I brainstormed for about five minutes and came up with these, but in the future I'll have less. So these are things I learned the hard way, or almost learned the hard way.
it's harder than you think to find an available blog title. "things i learned the hard way" and "lessons i learned the hard way" were already taken. "stuff i learned the hard way" was available, but really? Stuff? I don't think I'm a fan of that word.
sometimes roommates might not get your sarcasm. and then they'll get angry at you.
if you don't provide appropriate forms of ID for I9 forms, you won't get your paychecks. even if you've almost worked there for two months. you're still not getting paid yet.
if you have a hoarse voice, your singing sounds even worse than normal. you should probably just not sing at all.
when you buy a dozen eggs then drop the bag, they'll break. and then ooze all over your hands. and the counter at customer service. that cardboard carton doesn't work wonders like you think it would.
when you take a 10 hour car ride through las vegas and the surrounding desert in august without air conditioning, it's even hotter and sweatier than you think it will be. the betta fish in your back seat might die of overheating.
if your hair is exceptionally greasy so you put baby powder in it to make it look clean, you might end up walking around all day with a huge white, not fully rubbed it, chunk of baby powder filled hair.

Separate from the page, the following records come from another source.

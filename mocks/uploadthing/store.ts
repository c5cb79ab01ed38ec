import { mkdir, readdir, readFile, rename, rm, stat, writeFile } from "node:fs/promises";
import { join } from "node:path";

export type Acl = "public-read" | "private";
export type ContentDisposition = "inline" | "attachment";

export interface StoredFile {
  key: string;
  name: string;
  size: number;
  type: string;
  customId: string | null;
  acl: Acl;
  contentDisposition: ContentDisposition;
  /** md5 hex of the bytes, as the SDK's UploadedFileData.fileHash describes it. */
  fileHash: string;
  uploadedAt: number;
  slug: string | null;
  /** What onUploadComplete returned, kept so a repeated PUT can answer the same. */
  serverData?: unknown;
}

// SDK keys are Sqids (letters and digits); anything else never reaches the disk.
const KEY_PATTERN = /^[A-Za-z0-9_-]{1,128}$/;

export function isValidKey(key: string): boolean {
  return KEY_PATTERN.test(key);
}

/** Bytes in `<dir>/<key>`, description in `<dir>/<key>.json`. */
export class FileStore {
  constructor(readonly dir: string) {}

  async init(): Promise<void> {
    await mkdir(this.dir, { recursive: true });
  }

  dataPath(key: string): string {
    if (!isValidKey(key)) throw new Error(`invalid file key ${key}`);
    return join(this.dir, key);
  }

  private metaPath(key: string): string {
    return `${this.dataPath(key)}.json`;
  }

  async save(file: StoredFile, bytes: Uint8Array): Promise<void> {
    const tmp = `${this.dataPath(file.key)}.${process.pid}.tmp`;
    await writeFile(tmp, bytes);
    await rename(tmp, this.dataPath(file.key));
    await this.writeMeta(file);
  }

  private async writeMeta(file: StoredFile): Promise<void> {
    const tmp = `${this.metaPath(file.key)}.${process.pid}.tmp`;
    await writeFile(tmp, JSON.stringify(file, null, 2));
    await rename(tmp, this.metaPath(file.key));
  }

  async get(key: string): Promise<StoredFile | null> {
    if (!isValidKey(key)) return null;
    try {
      return JSON.parse(await readFile(this.metaPath(key), "utf8")) as StoredFile;
    } catch {
      return null;
    }
  }

  async read(key: string): Promise<Buffer> {
    return readFile(this.dataPath(key));
  }

  async update(key: string, patch: Partial<Omit<StoredFile, "key">>): Promise<StoredFile | null> {
    const current = await this.get(key);
    if (!current) return null;
    const next = { ...current, ...patch };
    await this.writeMeta(next);
    return next;
  }

  async remove(key: string): Promise<boolean> {
    if (!(await this.get(key))) return false;
    await rm(this.metaPath(key), { force: true });
    await rm(this.dataPath(key), { force: true });
    return true;
  }

  async list(): Promise<StoredFile[]> {
    const names = await readdir(this.dir).catch(() => [] as string[]);
    const files: StoredFile[] = [];
    for (const name of names) {
      if (!name.endsWith(".json") || name.endsWith(".tmp")) continue;
      const file = await this.get(name.slice(0, -".json".length));
      if (file) files.push(file);
    }
    return files.sort((a, b) => a.uploadedAt - b.uploadedAt || a.key.localeCompare(b.key));
  }

  /** Resolves SDK-style selectors ({ fileKey } or { customId }) to stored keys. */
  async resolve(ref: { fileKey?: unknown; customId?: unknown }): Promise<string | null> {
    if (typeof ref.fileKey === "string") return (await this.get(ref.fileKey)) ? ref.fileKey : null;
    if (typeof ref.customId === "string") {
      const match = (await this.list()).find((f) => f.customId === ref.customId);
      return match?.key ?? null;
    }
    return null;
  }

  async totalBytes(): Promise<number> {
    let total = 0;
    for (const f of await this.list()) {
      total += await stat(this.dataPath(f.key)).then((s) => s.size, () => 0);
    }
    return total;
  }
}
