import { createHmac, timingSafeEqual } from "node:crypto";

// Mirrors @uploadthing/shared crypto: HMAC-SHA256 keyed with the API key's UTF-8 bytes,
// hex digest, prefixed "hmac-sha256=".
const PREFIX = "hmac-sha256=";

export function signPayload(payload: string, apiKey: string): string {
  return PREFIX + createHmac("sha256", apiKey).update(payload, "utf8").digest("hex");
}

export function verifySignature(
  payload: string,
  signature: string | null | undefined,
  apiKey: string,
): boolean {
  if (!signature?.startsWith(PREFIX)) return false;
  const given = Buffer.from(signature.slice(PREFIX.length), "hex");
  const expected = createHmac("sha256", apiKey).update(payload, "utf8").digest();
  return given.length === expected.length && timingSafeEqual(given, expected);
}

/**
 * Same construction as the SDK's generateSignedURL: append expires (epoch ms), then each data
 * value URI-encoded once more before URLSearchParams encodes it, sign the whole href, and
 * append the signature last.
 */
export function signUrl(
  base: string,
  apiKey: string,
  ttlSeconds: number,
  data: Record<string, string | number | null | undefined> = {},
  now = Date.now(),
): string {
  const url = new URL(base);
  url.searchParams.append("expires", String(now + ttlSeconds * 1000));
  for (const [k, v] of Object.entries(data)) {
    if (v == null) continue;
    url.searchParams.append(k, encodeURIComponent(v));
  }
  url.searchParams.append("signature", signPayload(url.toString(), apiKey));
  return url.href;
}

export type SignedUrlCheck =
  | { ok: true; url: URL; params: SignedParams }
  | { ok: false; reason: string };

/** Values of the signed query, decoded back from the SDK's double encoding. */
export interface SignedParams {
  get(name: string): string | null;
}

/**
 * Checks a request target (path + query, as sent) against its signature. The signed text is the
 * absolute URL the SDK built, so it is rebuilt from the Host header the client sent.
 */
export function verifySignedUrl(
  requestTarget: string,
  host: string,
  apiKey: string,
  now = Date.now(),
): SignedUrlCheck {
  const marker = "&signature=";
  const at = requestTarget.lastIndexOf(marker);
  if (at < 0) return { ok: false, reason: "Missing signature" };
  const rawSignature = requestTarget.slice(at + marker.length);
  if (rawSignature.includes("&")) return { ok: false, reason: "Signature must be the last parameter" };
  let signature: string;
  try {
    signature = decodeURIComponent(rawSignature.replace(/\+/g, " "));
  } catch {
    return { ok: false, reason: "Malformed signature" };
  }
  const signedHref = `http://${host}${requestTarget.slice(0, at)}`;
  if (!verifySignature(signedHref, signature, apiKey)) return { ok: false, reason: "Invalid signature" };
  const url = new URL(signedHref);
  if (url.searchParams.getAll("expires").length !== 1) return { ok: false, reason: "Missing expiry" };
  const expires = Number(url.searchParams.get("expires"));
  if (!Number.isFinite(expires) || expires < now) return { ok: false, reason: "Presigned URL has expired" };
  const params: SignedParams = {
    get(name) {
      const raw = url.searchParams.get(name);
      if (raw == null) return null;
      try {
        return decodeURIComponent(raw);
      } catch {
        return raw;
      }
    },
  };
  return { ok: true, url, params };
}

jumping into a pool with all your clothes on is not all its cracked up to be. even if you pose for the camera trying to make it look like it was oodles of joy.
if you're holding really heavy things in your hands and attempt to put them in the freezer, you might try to open the door for five minutes, end up breaking off the handle, then finally putting the heavy items down only to discover there is a lock on the freezer door that you couldn't see at first.
if you have a three gallon pot of beans and you're trying to get the beans into one gallon bags, it's probably not the best idea to pour the beans into the bags. scoop them in with a ladle or something.